Collected data entries

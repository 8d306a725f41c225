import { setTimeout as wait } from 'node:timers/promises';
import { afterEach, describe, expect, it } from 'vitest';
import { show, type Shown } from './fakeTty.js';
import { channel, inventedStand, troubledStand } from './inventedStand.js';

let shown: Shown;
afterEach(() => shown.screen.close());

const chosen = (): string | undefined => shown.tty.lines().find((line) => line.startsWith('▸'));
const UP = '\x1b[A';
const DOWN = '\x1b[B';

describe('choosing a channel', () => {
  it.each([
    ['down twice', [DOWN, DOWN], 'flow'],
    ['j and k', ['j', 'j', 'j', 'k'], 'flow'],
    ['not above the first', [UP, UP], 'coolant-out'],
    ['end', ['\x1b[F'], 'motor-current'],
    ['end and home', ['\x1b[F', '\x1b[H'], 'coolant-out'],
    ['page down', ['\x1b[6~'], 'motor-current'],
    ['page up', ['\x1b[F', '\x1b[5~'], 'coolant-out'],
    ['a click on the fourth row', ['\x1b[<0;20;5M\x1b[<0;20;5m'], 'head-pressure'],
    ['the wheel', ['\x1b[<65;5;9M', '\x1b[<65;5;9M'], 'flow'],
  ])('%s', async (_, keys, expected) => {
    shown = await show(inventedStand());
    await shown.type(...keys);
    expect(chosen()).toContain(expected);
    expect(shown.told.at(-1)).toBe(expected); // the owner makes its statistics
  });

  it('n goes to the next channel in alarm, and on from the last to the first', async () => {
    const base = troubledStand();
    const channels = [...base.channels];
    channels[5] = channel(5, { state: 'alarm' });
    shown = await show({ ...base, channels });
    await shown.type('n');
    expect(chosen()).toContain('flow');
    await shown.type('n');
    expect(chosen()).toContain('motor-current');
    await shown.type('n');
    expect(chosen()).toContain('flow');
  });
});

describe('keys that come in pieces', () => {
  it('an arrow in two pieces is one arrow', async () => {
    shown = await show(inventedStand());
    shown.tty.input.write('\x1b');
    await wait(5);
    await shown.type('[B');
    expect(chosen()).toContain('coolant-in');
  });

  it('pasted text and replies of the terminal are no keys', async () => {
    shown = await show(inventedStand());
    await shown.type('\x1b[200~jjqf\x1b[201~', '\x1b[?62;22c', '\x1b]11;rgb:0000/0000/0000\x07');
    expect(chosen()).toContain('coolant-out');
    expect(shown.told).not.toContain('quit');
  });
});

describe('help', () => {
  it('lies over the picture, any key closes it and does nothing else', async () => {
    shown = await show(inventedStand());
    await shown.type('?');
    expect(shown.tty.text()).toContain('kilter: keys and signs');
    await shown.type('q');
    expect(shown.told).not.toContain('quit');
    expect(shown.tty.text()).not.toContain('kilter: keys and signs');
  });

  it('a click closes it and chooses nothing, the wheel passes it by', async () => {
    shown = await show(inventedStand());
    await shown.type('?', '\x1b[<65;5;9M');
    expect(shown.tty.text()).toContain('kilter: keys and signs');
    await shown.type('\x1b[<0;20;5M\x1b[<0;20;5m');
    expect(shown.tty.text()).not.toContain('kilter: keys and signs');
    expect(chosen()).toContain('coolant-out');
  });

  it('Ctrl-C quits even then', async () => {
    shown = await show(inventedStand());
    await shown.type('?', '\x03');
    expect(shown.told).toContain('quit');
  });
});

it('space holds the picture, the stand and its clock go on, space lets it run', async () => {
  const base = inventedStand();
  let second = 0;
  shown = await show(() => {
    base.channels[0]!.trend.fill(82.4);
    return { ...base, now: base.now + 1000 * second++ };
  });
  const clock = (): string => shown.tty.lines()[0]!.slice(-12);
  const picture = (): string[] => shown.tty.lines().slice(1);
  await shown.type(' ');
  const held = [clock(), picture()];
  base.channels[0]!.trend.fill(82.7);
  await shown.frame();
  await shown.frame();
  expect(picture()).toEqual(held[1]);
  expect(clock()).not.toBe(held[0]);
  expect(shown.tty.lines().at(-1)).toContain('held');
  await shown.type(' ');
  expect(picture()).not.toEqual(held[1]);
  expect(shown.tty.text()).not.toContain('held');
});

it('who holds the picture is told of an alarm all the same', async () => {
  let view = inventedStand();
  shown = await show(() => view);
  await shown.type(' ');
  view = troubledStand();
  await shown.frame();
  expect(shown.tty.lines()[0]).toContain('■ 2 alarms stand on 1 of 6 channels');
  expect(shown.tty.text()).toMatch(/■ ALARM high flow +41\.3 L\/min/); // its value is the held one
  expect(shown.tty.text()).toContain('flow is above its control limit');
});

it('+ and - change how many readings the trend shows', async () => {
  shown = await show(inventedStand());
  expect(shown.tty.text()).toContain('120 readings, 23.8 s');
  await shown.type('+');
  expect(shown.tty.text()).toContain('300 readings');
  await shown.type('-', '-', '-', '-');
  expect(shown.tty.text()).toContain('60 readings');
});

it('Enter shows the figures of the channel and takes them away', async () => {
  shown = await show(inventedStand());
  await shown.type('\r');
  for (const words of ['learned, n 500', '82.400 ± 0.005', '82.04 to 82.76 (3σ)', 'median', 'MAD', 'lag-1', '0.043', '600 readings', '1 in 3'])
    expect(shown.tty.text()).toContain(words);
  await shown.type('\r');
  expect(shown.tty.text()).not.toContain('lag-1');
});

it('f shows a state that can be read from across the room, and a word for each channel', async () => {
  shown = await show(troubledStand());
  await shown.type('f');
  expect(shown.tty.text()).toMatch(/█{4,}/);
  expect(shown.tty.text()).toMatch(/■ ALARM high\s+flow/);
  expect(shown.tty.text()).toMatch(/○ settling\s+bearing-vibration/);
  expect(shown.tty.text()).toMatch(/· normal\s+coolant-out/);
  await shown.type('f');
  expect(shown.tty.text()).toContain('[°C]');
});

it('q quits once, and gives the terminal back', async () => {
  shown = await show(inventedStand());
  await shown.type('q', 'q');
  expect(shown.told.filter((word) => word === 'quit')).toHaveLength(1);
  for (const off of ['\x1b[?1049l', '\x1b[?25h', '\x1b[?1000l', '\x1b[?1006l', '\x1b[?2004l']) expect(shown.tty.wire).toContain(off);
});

* * *

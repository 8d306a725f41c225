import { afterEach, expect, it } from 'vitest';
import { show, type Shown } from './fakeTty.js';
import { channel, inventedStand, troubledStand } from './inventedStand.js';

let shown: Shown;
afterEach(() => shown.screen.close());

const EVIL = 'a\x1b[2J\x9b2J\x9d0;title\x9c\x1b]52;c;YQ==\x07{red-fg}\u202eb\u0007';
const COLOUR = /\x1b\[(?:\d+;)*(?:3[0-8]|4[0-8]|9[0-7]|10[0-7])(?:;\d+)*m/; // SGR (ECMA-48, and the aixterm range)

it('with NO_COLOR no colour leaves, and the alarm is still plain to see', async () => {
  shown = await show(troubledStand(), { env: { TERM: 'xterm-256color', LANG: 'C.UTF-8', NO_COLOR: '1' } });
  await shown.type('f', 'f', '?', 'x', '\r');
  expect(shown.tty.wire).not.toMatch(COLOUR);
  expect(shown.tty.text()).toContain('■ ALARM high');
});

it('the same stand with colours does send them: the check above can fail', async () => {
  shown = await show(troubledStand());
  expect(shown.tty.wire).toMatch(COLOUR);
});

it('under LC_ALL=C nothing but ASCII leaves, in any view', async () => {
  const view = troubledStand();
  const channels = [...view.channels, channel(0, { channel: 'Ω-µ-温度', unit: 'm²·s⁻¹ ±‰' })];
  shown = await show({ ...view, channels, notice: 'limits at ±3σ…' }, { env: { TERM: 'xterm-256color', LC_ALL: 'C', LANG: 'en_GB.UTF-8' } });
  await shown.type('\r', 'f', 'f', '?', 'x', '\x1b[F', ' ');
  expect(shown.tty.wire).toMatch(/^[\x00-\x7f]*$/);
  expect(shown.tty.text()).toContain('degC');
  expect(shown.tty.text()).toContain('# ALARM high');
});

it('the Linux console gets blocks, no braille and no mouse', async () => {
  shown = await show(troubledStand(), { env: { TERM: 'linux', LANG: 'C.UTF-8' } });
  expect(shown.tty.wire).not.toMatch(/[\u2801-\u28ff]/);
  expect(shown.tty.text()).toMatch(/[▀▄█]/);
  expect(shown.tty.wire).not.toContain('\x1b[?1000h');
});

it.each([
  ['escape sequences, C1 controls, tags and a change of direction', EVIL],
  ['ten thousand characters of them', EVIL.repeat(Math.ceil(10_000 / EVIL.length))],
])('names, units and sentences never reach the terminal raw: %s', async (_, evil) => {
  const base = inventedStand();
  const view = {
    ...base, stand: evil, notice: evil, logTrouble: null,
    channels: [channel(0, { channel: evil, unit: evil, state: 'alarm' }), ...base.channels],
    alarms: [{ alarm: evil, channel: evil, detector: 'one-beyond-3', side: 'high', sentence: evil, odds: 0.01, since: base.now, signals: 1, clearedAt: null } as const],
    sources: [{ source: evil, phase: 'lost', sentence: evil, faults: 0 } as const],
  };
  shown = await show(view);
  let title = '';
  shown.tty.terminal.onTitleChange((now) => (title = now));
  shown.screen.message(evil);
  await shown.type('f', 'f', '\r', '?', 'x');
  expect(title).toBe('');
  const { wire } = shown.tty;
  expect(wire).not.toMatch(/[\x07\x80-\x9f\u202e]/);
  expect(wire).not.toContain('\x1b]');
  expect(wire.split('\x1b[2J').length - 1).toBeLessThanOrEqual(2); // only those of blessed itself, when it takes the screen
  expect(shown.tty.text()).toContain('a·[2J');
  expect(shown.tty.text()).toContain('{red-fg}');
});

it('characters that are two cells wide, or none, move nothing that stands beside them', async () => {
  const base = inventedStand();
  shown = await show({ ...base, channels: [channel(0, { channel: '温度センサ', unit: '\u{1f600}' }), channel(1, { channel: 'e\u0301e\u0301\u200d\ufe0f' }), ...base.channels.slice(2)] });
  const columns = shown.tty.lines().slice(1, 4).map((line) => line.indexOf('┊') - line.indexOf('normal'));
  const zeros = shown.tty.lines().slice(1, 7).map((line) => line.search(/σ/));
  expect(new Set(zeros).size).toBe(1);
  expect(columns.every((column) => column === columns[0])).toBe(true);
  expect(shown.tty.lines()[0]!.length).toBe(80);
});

==

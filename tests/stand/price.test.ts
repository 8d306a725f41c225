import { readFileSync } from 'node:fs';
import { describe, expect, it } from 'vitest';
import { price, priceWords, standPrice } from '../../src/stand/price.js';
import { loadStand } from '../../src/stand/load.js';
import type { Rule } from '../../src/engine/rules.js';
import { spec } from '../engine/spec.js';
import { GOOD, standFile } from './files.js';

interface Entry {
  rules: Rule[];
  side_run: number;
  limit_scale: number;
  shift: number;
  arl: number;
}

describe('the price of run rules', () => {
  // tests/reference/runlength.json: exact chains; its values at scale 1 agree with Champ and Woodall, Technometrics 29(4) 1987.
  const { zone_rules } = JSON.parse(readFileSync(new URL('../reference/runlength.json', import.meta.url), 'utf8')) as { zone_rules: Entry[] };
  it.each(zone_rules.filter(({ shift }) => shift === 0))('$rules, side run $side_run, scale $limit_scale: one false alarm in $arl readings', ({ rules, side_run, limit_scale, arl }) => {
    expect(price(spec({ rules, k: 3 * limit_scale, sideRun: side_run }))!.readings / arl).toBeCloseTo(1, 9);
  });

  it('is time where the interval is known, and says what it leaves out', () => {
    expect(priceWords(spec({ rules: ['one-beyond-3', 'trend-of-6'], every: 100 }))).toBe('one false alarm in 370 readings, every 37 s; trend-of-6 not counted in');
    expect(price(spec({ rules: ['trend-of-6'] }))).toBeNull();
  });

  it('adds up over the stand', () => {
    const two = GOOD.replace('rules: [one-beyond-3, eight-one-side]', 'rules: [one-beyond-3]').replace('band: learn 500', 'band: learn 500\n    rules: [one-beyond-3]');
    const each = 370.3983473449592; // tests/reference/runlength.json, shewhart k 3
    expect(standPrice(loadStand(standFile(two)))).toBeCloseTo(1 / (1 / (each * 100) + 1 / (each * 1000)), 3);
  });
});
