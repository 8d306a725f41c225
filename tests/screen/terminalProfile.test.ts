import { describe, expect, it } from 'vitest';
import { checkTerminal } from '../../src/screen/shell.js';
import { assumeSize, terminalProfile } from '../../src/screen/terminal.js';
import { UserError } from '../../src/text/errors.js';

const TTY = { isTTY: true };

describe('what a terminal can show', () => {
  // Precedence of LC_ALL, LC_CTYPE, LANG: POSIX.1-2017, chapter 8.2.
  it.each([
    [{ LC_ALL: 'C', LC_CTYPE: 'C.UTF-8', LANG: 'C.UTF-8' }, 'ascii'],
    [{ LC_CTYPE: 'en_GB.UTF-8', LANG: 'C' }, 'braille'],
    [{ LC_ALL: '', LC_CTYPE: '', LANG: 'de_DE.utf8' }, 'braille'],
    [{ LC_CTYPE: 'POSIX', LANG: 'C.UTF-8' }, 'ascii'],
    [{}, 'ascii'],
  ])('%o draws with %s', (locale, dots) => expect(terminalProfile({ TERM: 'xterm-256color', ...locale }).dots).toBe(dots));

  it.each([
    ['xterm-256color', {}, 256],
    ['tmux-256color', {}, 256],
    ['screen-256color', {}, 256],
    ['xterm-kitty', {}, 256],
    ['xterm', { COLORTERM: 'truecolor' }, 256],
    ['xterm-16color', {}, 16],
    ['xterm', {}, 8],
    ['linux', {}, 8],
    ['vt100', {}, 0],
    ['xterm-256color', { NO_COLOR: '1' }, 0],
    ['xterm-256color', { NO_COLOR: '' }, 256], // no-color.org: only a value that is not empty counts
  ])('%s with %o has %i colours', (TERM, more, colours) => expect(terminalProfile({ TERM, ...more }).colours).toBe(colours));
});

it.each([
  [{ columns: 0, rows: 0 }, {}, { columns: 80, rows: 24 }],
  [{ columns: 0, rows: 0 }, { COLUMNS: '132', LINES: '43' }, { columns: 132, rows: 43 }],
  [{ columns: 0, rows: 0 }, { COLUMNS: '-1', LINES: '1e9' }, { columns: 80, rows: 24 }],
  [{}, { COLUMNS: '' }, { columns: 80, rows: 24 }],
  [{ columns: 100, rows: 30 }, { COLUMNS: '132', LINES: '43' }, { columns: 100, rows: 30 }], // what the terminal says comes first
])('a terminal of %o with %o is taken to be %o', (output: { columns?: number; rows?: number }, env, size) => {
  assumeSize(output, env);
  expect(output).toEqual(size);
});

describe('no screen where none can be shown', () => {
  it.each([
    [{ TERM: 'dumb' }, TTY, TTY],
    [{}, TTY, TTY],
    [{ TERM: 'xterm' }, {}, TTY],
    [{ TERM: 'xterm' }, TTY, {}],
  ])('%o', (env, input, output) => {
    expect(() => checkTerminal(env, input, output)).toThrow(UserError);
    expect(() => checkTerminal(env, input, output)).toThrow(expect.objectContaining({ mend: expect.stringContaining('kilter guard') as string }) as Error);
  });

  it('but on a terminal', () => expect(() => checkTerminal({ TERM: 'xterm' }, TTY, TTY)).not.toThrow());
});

YOUR ASSIGNMENT:
Exactly one number is the answer: how many lines in the data include the word "POSIX".

EXERCISE SOLUTION:
2